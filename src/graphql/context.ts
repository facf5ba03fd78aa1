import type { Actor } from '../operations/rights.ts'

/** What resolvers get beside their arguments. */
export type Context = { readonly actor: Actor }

------------------------------------------------

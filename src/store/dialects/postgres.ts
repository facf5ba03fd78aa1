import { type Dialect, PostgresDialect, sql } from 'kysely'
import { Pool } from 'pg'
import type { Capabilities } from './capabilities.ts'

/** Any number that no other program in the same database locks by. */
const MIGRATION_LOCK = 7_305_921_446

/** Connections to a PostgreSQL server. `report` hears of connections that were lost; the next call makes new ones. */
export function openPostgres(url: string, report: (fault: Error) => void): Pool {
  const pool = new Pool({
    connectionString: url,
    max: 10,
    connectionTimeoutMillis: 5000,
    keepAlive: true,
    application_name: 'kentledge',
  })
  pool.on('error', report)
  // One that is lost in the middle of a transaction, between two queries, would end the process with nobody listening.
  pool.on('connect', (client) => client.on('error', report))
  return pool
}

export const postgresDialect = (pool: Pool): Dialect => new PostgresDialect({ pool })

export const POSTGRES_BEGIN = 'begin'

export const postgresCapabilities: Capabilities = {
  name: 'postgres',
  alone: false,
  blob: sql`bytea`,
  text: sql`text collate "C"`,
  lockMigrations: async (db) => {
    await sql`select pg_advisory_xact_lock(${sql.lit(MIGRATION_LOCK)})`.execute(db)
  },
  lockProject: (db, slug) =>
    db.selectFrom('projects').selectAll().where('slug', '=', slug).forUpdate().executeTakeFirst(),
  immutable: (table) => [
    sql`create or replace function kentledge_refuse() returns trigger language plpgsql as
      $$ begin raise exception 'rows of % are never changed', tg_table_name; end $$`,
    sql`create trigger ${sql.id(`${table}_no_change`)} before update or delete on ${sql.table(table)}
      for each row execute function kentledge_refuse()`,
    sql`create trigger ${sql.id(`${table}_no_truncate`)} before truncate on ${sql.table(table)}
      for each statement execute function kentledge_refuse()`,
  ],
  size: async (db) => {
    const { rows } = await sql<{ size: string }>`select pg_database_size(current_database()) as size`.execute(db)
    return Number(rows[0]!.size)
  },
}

------------------------------------------------

Where a line of the material holds the word "filename", copy that line.

filename src/graphql/context.ts
filename src/store/dialects/postgres.ts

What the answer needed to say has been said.